### What the task asks
Print out the data below with every line intact.

.....

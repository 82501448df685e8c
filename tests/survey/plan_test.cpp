#include "survey/plan.hpp"

#include <doctest/doctest.h>

using namespace gg;

TEST_CASE("a catalogue row as matter gives back the row's material at its likely values") {
    for (const CatalogueRow& row : catalogue()) {
        const Matter matter = matter_of(row.id);
        CHECK(matter.material == row.id);
        CHECK_MESSAGE(permittivity(material_of(matter), 400e6).value == permittivity(row.material, 400e6).value,
                      row.id);
    }
}

TEST_CASE("each input of a material is taken from the end asked for") {
    Matter matter = matter_of("wet-clay");
    matter.inputs[Input::permittivity] = {10, 20, 30};
    matter.inputs[Input::conductivity] = {0.01, 0.02, 0.03};
    Inputs<int> ends{};
    ends[Input::permittivity] = 1;
    ends[Input::conductivity] = -1;
    const Material material = material_of(matter, ends);
    CHECK(material.inputs[Input::permittivity] == 30);
    CHECK(material.inputs[Input::conductivity] == 0.01);
    CHECK(material_of(matter).inputs[Input::permittivity] == 20);
}

TEST_CASE("an unknown material is own numbers, permittivity 9") {
    const Matter matter = matter_of("cheese");
    CHECK(matter.material == "own");
    CHECK(permittivity(material_of(matter), 400e6).value.real() == 9.0);
}

TEST_CASE("the likely ground has the plan's layers, and a plan without layers still has a ground") {
    Plan plan;
    plan.ground = {Layer{matter_of("asphalt"), {0.1, 0.2, 0.3}}, Layer{matter_of("wet-clay"), exactly(1.0)}};
    const Stack stack = likely_stack(plan);
    REQUIRE(stack.slabs.size() == 2);
    CHECK(stack.slabs[0].thickness == 0.2);
    plan.ground.clear();
    CHECK(likely_stack(plan).slabs.size() == 1);
}

TEST_CASE("what a target holds: metal, air at 1, water near 80, chosen material as given") {
    Target target;
    target.filling = Filling::metal;
    CHECK(filling_of(target).model == Model::metal);
    for (const Filling empty : {Filling::air, Filling::plastic_air}) {
        target.filling = empty;
        CHECK(permittivity(filling_of(target), 400e6).value == Complex(1.0, 0.0));
    }
    for (const Filling full : {Filling::water, Filling::plastic_water}) {
        target.filling = full;
        // 78 to 88 over 0 to 25 degrees Celsius at low frequency; common knowledge, no single source.
        CHECK(permittivity(filling_of(target), 400e6).value.real() > 78);
        CHECK(permittivity(filling_of(target), 400e6).value.real() < 88);
    }
    target.filling = Filling::own;
    target.own = matter_of("granite");
    CHECK(filling_of(target) == material_of(matter_of("granite")));
    target.filling = Filling::concrete;
    CHECK(filling_of(target) == material_of(matter_of("concrete-damp")));
}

.....

### Answer to the problem
repository 82501448df685e8c
filename tests/survey/plan_test.cpp
#include "survey/plan.hpp"

#include <doctest/doctest.h>

using namespace gg;

TEST_CASE("a catalogue row as matter gives back the row's material at its likely values") {
    for (const CatalogueRow& row : catalogue()) {
        const Matter matter = matter_of(row.id);
        CHECK(matter.material == row.id);
        CHECK_MESSAGE(permittivity(material_of(matter), 400e6).value == permittivity(row.material, 400e6).value,
                      row.id);
    }
}

TEST_CASE("each input of a material is taken from the end asked for") {
    Matter matter = matter_of("wet-clay");
    matter.inputs[Input::permittivity] = {10, 20, 30};
    matter.inputs[Input::conductivity] = {0.01, 0.02, 0.03};
    Inputs<int> ends{};
    ends[Input::permittivity] = 1;
    ends[Input::conductivity] = -1;
    const Material material = material_of(matter, ends);
    CHECK(material.inputs[Input::permittivity] == 30);
    CHECK(material.inputs[Input::conductivity] == 0.01);
    CHECK(material_of(matter).inputs[Input::permittivity] == 20);
}

TEST_CASE("an unknown material is own numbers, permittivity 9") {
    const Matter matter = matter_of("cheese");
    CHECK(matter.material == "own");
    CHECK(permittivity(material_of(matter), 400e6).value.real() == 9.0);
}

TEST_CASE("the likely ground has the plan's layers, and a plan without layers still has a ground") {
    Plan plan;
    plan.ground = {Layer{matter_of("asphalt"), {0.1, 0.2, 0.3}}, Layer{matter_of("wet-clay"), exactly(1.0)}};
    const Stack stack = likely_stack(plan);
    REQUIRE(stack.slabs.size() == 2);
    CHECK(stack.slabs[0].thickness == 0.2);
    plan.ground.clear();
    CHECK(likely_stack(plan).slabs.size() == 1);
}

TEST_CASE("what a target holds: metal, air at 1, water near 80, chosen material as given") {
    Target target;
    target.filling = Filling::metal;
    CHECK(filling_of(target).model == Model::metal);
    for (const Filling empty : {Filling::air, Filling::plastic_air}) {
        target.filling = empty;
        CHECK(permittivity(filling_of(target), 400e6).value == Complex(1.0, 0.0));
    }
    for (const Filling full : {Filling::water, Filling::plastic_water}) {
        target.filling = full;
        // 78 to 88 over 0 to 25 degrees Celsius at low frequency; common knowledge, no single source.
        CHECK(permittivity(filling_of(target), 400e6).value.real() > 78);
        CHECK(permittivity(filling_of(target), 400e6).value.real() < 88);
    }
    target.filling = Filling::own;
    target.own = matter_of("granite");
    CHECK(filling_of(target) == material_of(matter_of("granite")));
    target.filling = Filling::concrete;
    CHECK(filling_of(target) == material_of(matter_of("concrete-damp")));
}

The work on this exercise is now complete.